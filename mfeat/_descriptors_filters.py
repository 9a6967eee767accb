"""Descriptors from banks of oriented filters: Gabor energies, edges and bars."""

from functools import partial
from numbers import Integral, Real
from typing import ClassVar

import numpy as np
from sklearn.utils._param_validation import Interval, StrOptions

from mfeat._descriptor_base import TextureDescriptor, flattened, one_by_one, positive_numbers
from mfeat._filters import (
    Bank,
    derivative_spectra,
    gabor_spectra,
    orientation_names,
    over_orientations,
)

QUANTILES = (5, 25, 50, 75, 95)  # per cent
MOMENTS = ("mean", "std", "skewness", "kurtosis")

# What the filter bank keeps of the responses at a scale.
_RESPONSES = ("edge", "bright-bar", "dark-bar", "smooth", "blob")

# Responses to a standardised patch that vary less are float32 rounding.
_ROUNDING = 1e-5


class GaborEnergies(TextureDescriptor):
    """Mean and standard deviation of the magnitudes of Gabor filters.

    Patches are standardised, continued by reflection and filtered with Gabor filters one octave
    wide at several frequencies and orientations; mean and standard deviation of each magnitude are
    the features of Manjunath and Ma (1996). Against rotation, the moduli of the Fourier
    coefficients over the orientations take their place (common practice).

    Parameters
    ----------
    frequencies : tuple of float, default (0.0707, 0.1, 0.1414, 0.2, 0.2828, 0.4)
        Centre frequencies in cycles per pixel, ascending, below 0.5.
    orientations : int, default 8
        Number of orientations, 2 to 64.
    rotation : {"harmonics", "kept"}, default "harmonics"
        Whether moduli of the Fourier coefficients over the orientations are features, which turning
        the patch hardly changes, or each orientation by itself.
    location_scale : bool, default True
        Whether the vector begins with mean and standard deviation of the patch.
    missing : {"error", "nearest"}, default "error"
        What becomes of missing pixels: a ValueError, or the value of the nearest valid pixel.
    n_jobs : int, optional
        Number of joblib threads; None is 1 unless in a joblib context, -1 all processors.

    Examples
    --------
    >>> import numpy as np
    >>> from mfeat.descriptors import GaborEnergies
    >>> patches = np.random.default_rng(0).normal(size=(5, 64, 64))
    >>> GaborEnergies().fit_transform(patches).shape
    (5, 62)
    """

    _parameter_constraints: ClassVar[dict] = {
        **TextureDescriptor._parameter_constraints,
        "frequencies": [tuple, list],
        "orientations": [Interval(Integral, 2, 64, closed="both")],
        "rotation": [StrOptions({"harmonics", "kept"})],
    }

    def __init__(
        self,
        frequencies=(0.0707, 0.1, 0.1414, 0.2, 0.2828, 0.4),
        orientations=8,
        rotation="harmonics",
        location_scale=True,
        missing="error",
        n_jobs=None,
    ):
        self.frequencies = frequencies
        self.orientations = orientations
        self.rotation = rotation
        self.location_scale = location_scale
        self.missing = missing
        self.n_jobs = n_jobs

    def _check_settings(self) -> None:
        highest = positive_numbers("frequencies", self.frequencies)[-1]
        if highest >= 0.5:
            raise ValueError(f"frequencies must be below 0.5 cycles per pixel; got {highest}")

    def _smallest_side(self) -> int:
        return 8

    def _names(self) -> list[str]:
        return [
            f"gabor_{scale:02d}_{moment}_{orientation}"
            for scale in range(len(self.frequencies))
            for moment in MOMENTS[:2]
            for orientation in orientation_names(self.orientations, self.rotation)
        ]

    def _describe(self, pixels: np.ndarray) -> np.ndarray:
        build = partial(
            gabor_spectra, frequencies=tuple(self.frequencies), orientations=self.orientations
        )
        bank = Bank(pixels.shape[1:], build)
        table = np.empty((len(pixels), len(self.frequencies), 2, self.orientations))
        for place, patch in enumerate(one_by_one(pixels)):
            for scale, responses in enumerate(bank.responses(patch)):
                sizes = flattened(np.abs(responses))
                table[place, scale] = sizes.mean(axis=1), sizes.std(axis=1)
        return flattened(over_orientations(table, self.rotation))


class FilterBank(TextureDescriptor):
    """Statistics of a bank of edge, bar, smoothing and blob filters at several scales.

    Patches are standardised and continued by reflection. Of edges and bars, which are oriented,
    only the strongest response over the orientations is kept at each pixel, as in the maximum
    response filter sets of Varma and Zisserman (2005): of edges by magnitude, of bars the highest
    (bright bars) and the lowest (dark bars). Instead of textons, quantiles or moments of each
    response describe the patch.

    Parameters
    ----------
    scales : tuple of float, default (1, 2, 4)
        Standard deviations of the Gaussians in pixels, ascending.
    orientations : int, default 6
        Number of orientations of edges and bars, 2 to 64.
    elongation : float, default 2.0
        Length of edges and bars by their width, 1 to 8.
    statistics : {"quantiles", "moments"}, default "quantiles"
        Whether the 5, 25, 50, 75 and 95 % quantiles of each response are features, or mean,
        standard deviation, skewness and kurtosis.
    location_scale : bool, default True
        Whether the vector begins with mean and standard deviation of the patch.
    missing : {"error", "nearest"}, default "error"
        What becomes of missing pixels: a ValueError, or the value of the nearest valid pixel.
    n_jobs : int, optional
        Number of joblib threads; None is 1 unless in a joblib context, -1 all processors.

    Examples
    --------
    >>> import numpy as np
    >>> from mfeat.descriptors import FilterBank
    >>> patches = np.random.default_rng(0).normal(size=(5, 64, 64))
    >>> FilterBank(scales=(1, 2)).fit_transform(patches).shape
    (5, 52)
    """

    _parameter_constraints: ClassVar[dict] = {
        **TextureDescriptor._parameter_constraints,
        "scales": [tuple, list],
        "orientations": [Interval(Integral, 2, 64, closed="both")],
        "elongation": [Interval(Real, 1, 8, closed="both")],
        "statistics": [StrOptions({"quantiles", "moments"})],
    }

    def __init__(
        self,
        scales=(1, 2, 4),
        orientations=6,
        elongation=2.0,
        statistics="quantiles",
        location_scale=True,
        missing="error",
        n_jobs=None,
    ):
        self.scales = scales
        self.orientations = orientations
        self.elongation = elongation
        self.statistics = statistics
        self.location_scale = location_scale
        self.missing = missing
        self.n_jobs = n_jobs

    def _check_settings(self) -> None:
        positive_numbers("scales", self.scales)

    def _smallest_side(self) -> int:
        return 8

    def _names(self) -> list[str]:
        if self.statistics == "quantiles":
            statistics = [f"q{quantile:02d}" for quantile in QUANTILES]
        else:
            statistics = MOMENTS
        return [
            f"filter_{scale:02d}_{response}_{statistic}"
            for scale in range(len(self.scales))
            for response in _RESPONSES
            for statistic in statistics
        ]

    def _describe(self, pixels: np.ndarray) -> np.ndarray:
        build = partial(
            derivative_spectra,
            scales=tuple(self.scales),
            orientations=self.orientations,
            elongation=self.elongation,
        )
        bank = Bank(pixels.shape[1:], build)
        statistics = quantiles if self.statistics == "quantiles" else moments
        rows = []
        for patch in one_by_one(pixels):
            kept = []
            for pairs in bank.responses(patch):
                edges, bars = pairs[:-1].real, pairs[:-1].imag
                kept += [np.abs(edges).max(axis=0), bars.max(axis=0), bars.min(axis=0)]
                kept += [pairs[-1].real, pairs[-1].imag]
            rows.append(statistics(flattened(np.array(kept))).ravel())
        return np.array(rows)


def quantiles(values: np.ndarray) -> np.ndarray:
    """Return the quantiles `QUANTILES` (k, 5) of rows of values."""
    return np.percentile(values, QUANTILES, axis=1).T


def moments(values: np.ndarray) -> np.ndarray:
    """Return mean, standard deviation, skewness, kurtosis (k, 4) of rows of values.

    Skewness and kurtosis are 0 where the deviation is rounding.
    """
    mean = values.mean(axis=1)
    centred = values - mean[:, None]
    deviation = np.sqrt(np.square(centred).mean(axis=1))
    centred /= np.where(deviation > _ROUNDING, deviation, np.inf)[:, None]
    higher = [(centred**power).mean(axis=1) for power in (3, 4)]
    return np.stack([mean, deviation, *higher], axis=1)
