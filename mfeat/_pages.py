"""What every image format offers: pages with a shape, a type, and rows to read.

A file holds one page or several. A page knows its shape from the header alone; pixels are read when
rows are asked for, a band at a time where the format allows it, else all at once.
"""

from collections.abc import Callable

import numpy as np


class UnreadableImage(ValueError):
    """A file, or a page of it, that cannot be used; the message is the reason."""


class OutOfResources(RuntimeError):
    """The machine, not the file, is at fault: the run stops, and can be resumed."""


class Page:
    """One image of a file.

    Attributes
    ----------
    shape : (int, int)
        Rows and columns.
    samples : int
        Numbers a pixel, alpha included.
    colour : bool
        Whether the first three samples are red, green and blue.
    alpha : bool
        Whether the sample after grey or blue is alpha.
    dtype : numpy.dtype
        Type of the samples.
    in_strips : bool
        Whether `rows` reads little more than the rows it is asked for.
    piece : int
        Pixels that are decoded at once, at least: a strip, a row of tiles, or all.
    notes : tuple of str
        What a user should know, e.g. that alpha is ignored.
    missing : float or None
        Value that the file itself declares to mean "missing".
    """

    def __init__(
        self,
        shape: tuple[int, int],
        samples: int,
        dtype: np.dtype,
        *,
        colour: bool = False,
        alpha: bool = False,
        in_strips: bool = False,
        piece: int | None = None,
        notes: tuple[str, ...] = (),
        missing: float | None = None,
        labels: Callable[[], "Page"] | None = None,
    ):
        self.shape = shape
        self.samples = samples
        self.dtype = dtype
        self.colour = colour
        self.alpha = alpha
        self.in_strips = in_strips
        self.piece = shape[0] * shape[1] if piece is None else piece
        spare = samples - (3 if colour else 1) - alpha
        if alpha:
            notes += ("alpha ignored",)
        if colour and spare:
            notes += (f"{spare} samples beside the colours ignored",)
        if missing is not None:
            notes += (f"declares {missing:g} to be missing",)
        self.notes = notes
        self.missing = missing
        self._labels = labels

    def as_labels(self) -> "Page":
        """Return the page as whole numbers: of a palette its entries, of few bits unscaled."""
        return self if self._labels is None else self._labels()

    def rows(self, start: int, stop: int) -> np.ndarray:
        """Return rows as an array (rows, columns) or (rows, columns, samples)."""
        raise NotImplementedError

    def forget(self) -> None:
        """Let go of pixels that are kept for the next call of `rows`."""


class WholePage(Page):
    """A page that is decoded all at once, when its first rows are asked for."""

    def __init__(self, decode: Callable[[], np.ndarray], shape, samples, dtype, **what):
        super().__init__(shape, samples, dtype, **what)
        self._decode = decode
        self._pixels: np.ndarray | None = None

    def rows(self, start: int, stop: int) -> np.ndarray:
        """Return rows of the decoded page."""
        if self._pixels is None:
            pixels = self._decode()
            promised = self.shape if self.samples == 1 else (*self.shape, self.samples)
            if pixels.shape != promised or pixels.dtype != self.dtype:
                raise UnreadableImage(
                    f"the header promises {'x'.join(map(str, promised))} {self.dtype}, decoded are "
                    f"{'x'.join(map(str, pixels.shape))} {pixels.dtype}"
                )
            self._pixels = pixels
        return self._pixels[start:stop]

    def forget(self) -> None:
        """Let go of the decoded page."""
        self._pixels = None


class MappedPage(Page):
    """A page whose uncompressed pixels lie in a file in one piece, mapped into memory."""

    def __init__(
        self,
        path: str,
        offset: int,
        stored: tuple[int, ...],
        order: str,
        *,
        planes_first: bool = False,
        **what,
    ):
        super().__init__(in_strips=True, piece=0, **what)
        self._where = (path, offset, stored, order)
        self._planes_first = planes_first
        self._pixels: np.ndarray | None = None

    def rows(self, start: int, stop: int) -> np.ndarray:
        """Return a view of the mapped file."""
        if self._pixels is None:
            path, offset, stored, order = self._where
            mapped = np.memmap(path, self.dtype, "r", offset, stored, order)
            pixels = np.asarray(mapped)
            self._pixels = np.moveaxis(pixels, 0, -1) if self._planes_first else pixels
        return self._pixels[start:stop]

◆ WHAT TO PRODUCE: All lines above between those holding "from banks of" and "the features of", inclusive, must be set down unchanged, and no other line may be included.

◆ REPLY:
"""Descriptors from banks of oriented filters: Gabor energies, edges and bars."""

from functools import partial
from numbers import Integral, Real
from typing import ClassVar

import numpy as np
from sklearn.utils._param_validation import Interval, StrOptions

from mfeat._descriptor_base import TextureDescriptor, flattened, one_by_one, positive_numbers
from mfeat._filters import (
    Bank,
    derivative_spectra,
    gabor_spectra,
    orientation_names,
    over_orientations,
)

QUANTILES = (5, 25, 50, 75, 95)  # per cent
MOMENTS = ("mean", "std", "skewness", "kurtosis")

# What the filter bank keeps of the responses at a scale.
_RESPONSES = ("edge", "bright-bar", "dark-bar", "smooth", "blob")

# Responses to a standardised patch that vary less are float32 rounding.
_ROUNDING = 1e-5


class GaborEnergies(TextureDescriptor):
    """Mean and standard deviation of the magnitudes of Gabor filters.

    Patches are standardised, continued by reflection and filtered with Gabor filters one octave
    wide at several frequencies and orientations; mean and standard deviation of each magnitude are
    the features of Manjunath and Ma (1996). Against rotation, the moduli of the Fourier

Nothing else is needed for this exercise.